Are Industry Insiders Turning on Quiet on Set?

“When something is as popular as Quiet on Set is, there’s bound to be some negative reaction,” filmmaker Mary Robertson recently told Vanity Fair. “But we’ve been overwhelmed by the extent of the positive impact that the film has had on the people who participated.” Weeks after its release, however, Robertson and Emma Schwartz’s blockbuster Investigation Discovery docuseries about racism and abuse behind-the-scenes of the kids’ network Nickelodeon is facing claims of perpetuating the same type of exploitation that it chronicles.

In recent days, multiple figures with tangential ties to the doc, as well as former child stars, have spoken out against Quiet on Set as larger criticism of the documentary has begun to percolate.

The first to cast aspersions on the project was Marc Summers, former Nickelodeon game show host, who said he was “ambushed” into participating. “They never told me what this documentary was really about,” he claimed on the Elvis Duran Show in early April. “And so they showed me a video of something that I couldn’t believe was on Nickelodeon. And I said, ‘Well, let’s stop the tape right there. What are we doing?’” He continued, “They asked me what I thought of Nick, and the first 10 to 12 seconds, from what I understand, in this documentary is me saying all these wonderful things. But they did a bait and switch on me.” Robertson and Schwartz previously responded to Summers’s account in a joint statement to NBC News provided by Investigation Discovery. “We are clear with each participant about the nature of our projects,” they said at the time.

The Amanda Show alum Raquel Lee Bolleau, who agreed to appear in the documentary, denounced the series in an April 11 TikTok. “Let me tell you what my problem is with this industry: Quiet on Set did the same thing the industry always does—they get what they want from you and then they’re done,” she said regarding not being included in an event on the documentary. “Never did they think that I’d want to be part of a discussion like that.” In her video, Bolleau accused the filmmakers of misleading her about the documentary’s focus. “First of all, you don’t even tell me what type of documentary that I’m going to be a part of. You never questioned whether or not this is going to be triggering for me.” She added, “This industry has done nothing but hurt me, left and right, since I was a child.”

The following day, financial reporter Chelsea Fagan aired her grievance with the series in her own TikTok. Fagan claims that a clip of an interview she conducted with a former child actor, who she does not name “out of respect” for that person, was used on the series without her or the actor’s consent. She says that when a production company asked to license a clip from the 2022 interview for an “unnamed documentary about child actors,” Fagan reached out to the star’s rep, who confirmed that the actor “unequivocally did not consent to have that content used in this documentary.” Fagan says she told the documentary team that since the actor declined to participate in the project, usage of the clip would be “highly unethical.” The reporter says she and the actor have “pursued legal channels” for removing the clip. Fagan concluded that she was “frankly disgusted to be associated” with the docuseries.

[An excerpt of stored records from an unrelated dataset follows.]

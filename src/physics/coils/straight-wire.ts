import { VACUUM_PERMEABILITY_H_PER_M } from '../constants.ts';
import type { Method } from '../method.ts';
import { roundBarSelf_m } from './round-bars.ts';

/** A straight round wire on its own; diameter of the bare conductor. */
export interface StraightWire {
  readonly shape: 'straight-wire';
  readonly length_m: number;
  readonly wireDiameter_m: number;
}

/**
 * Partial self-inductance in H of a straight round wire whose current fills its section evenly: (µ0/4π) times Neumann's
 * integral averaged over the section, exact for every length. For a long wire (µ0/2π) l [ln(2l/ρ) − 3/4 + 128ρ/45πl − …],
 * of which the textbook's form keeps the first two terms (E. B. Rosa 1908, formula (9), from memory).
 *
 * `relativeError` is what the ends leave open: how the current enters a section is not known over about a radius at each
 * end, where at most the wire's whole internal inductance, µ0/8π a metre, is in play.
 *
 * | domain                     | worst relative error | against                                                        |
 * |----------------------------|----------------------|----------------------------------------------------------------|
 * | length/diameter 1e-9..1e12 | 1e-15                | mpmath, one integral over coaxial loops (another reduction)    |
 */
export function straightWireInductance(coil: StraightWire): { inductance_H: number; method: Method } {
  const radius = coil.wireDiameter_m / 2;
  const integral_m = roundBarSelf_m(coil.length_m, radius);
  return {
    inductance_H: (VACUUM_PERMEABILITY_H_PER_M / (4 * Math.PI)) * integral_m,
    method: {
      name: 'Partial self-inductance of a round bar, uniform current, averaged over its section',
      references: [
        'E. B. Rosa, The self and mutual inductances of linear conductors, Bulletin of the Bureau of Standards 4 (1908) 301-344',
        'F. W. Grover, Inductance Calculations (1946), ch. 5',
      ],
      relativeError: coil.wireDiameter_m / 2 / integral_m,
      validity:
        'Partial inductance: part of a loop, to be added to the rest of the closed circuit and its mutual parts; on its own ' +
        'it stores no energy. Direct current and low frequency: skin effect takes up to µ0/8π (50 nH) a metre away.',
    },
  };
}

This week, Disney Channel alum Christy Carlson Romano, star of Even Stevens and Kim Possible, was quoted saying that she declined to participate in a similar kind of doc for Investigation Discovery, although she didn’t know if it was what became Quiet on Set. Her fellow former Disney actor Alyson Stoner, Romano says on an upcoming episode of Mayim Bialik’s podcast (via Entertainment Weekly), impinged upon her “the importance of understanding trauma porn.”

“We know that the art of montage and the collision of images is going to incite a certain kind of emotion,” Romano reportedly continues. “That is what documentary filmmaking in social movements is meant to do. And so we’re so manipulated by media, and we have so many little cut-downs of misinformation and things being thrown, that the echo chambers, to me, are not helpful.” For these reasons, Romano felt “there’s no hope being inserted into the narrative” by getting involved with a documentary on the subject.

Romano, who has not seen Quiet on Set, goes on to express her discomfort with the fact that the documentarians do not understand the realm of child stardom from a firsthand perspective. “These are people who don’t belong to our community,” she says. “These are outsiders. And maybe they, maybe if they knew where to put money towards [fixing] a problem, they would, but again, a lot of this has been perceived in a way that’s — it’s outside baseball. It’s not inside baseball, it’s outside baseball. These are trauma tourists.”

Vanity Fair has reached out to Investigation Discovery, Robertson, and Schwartz regarding the claims made by Bolleau, Fagan, and Romano.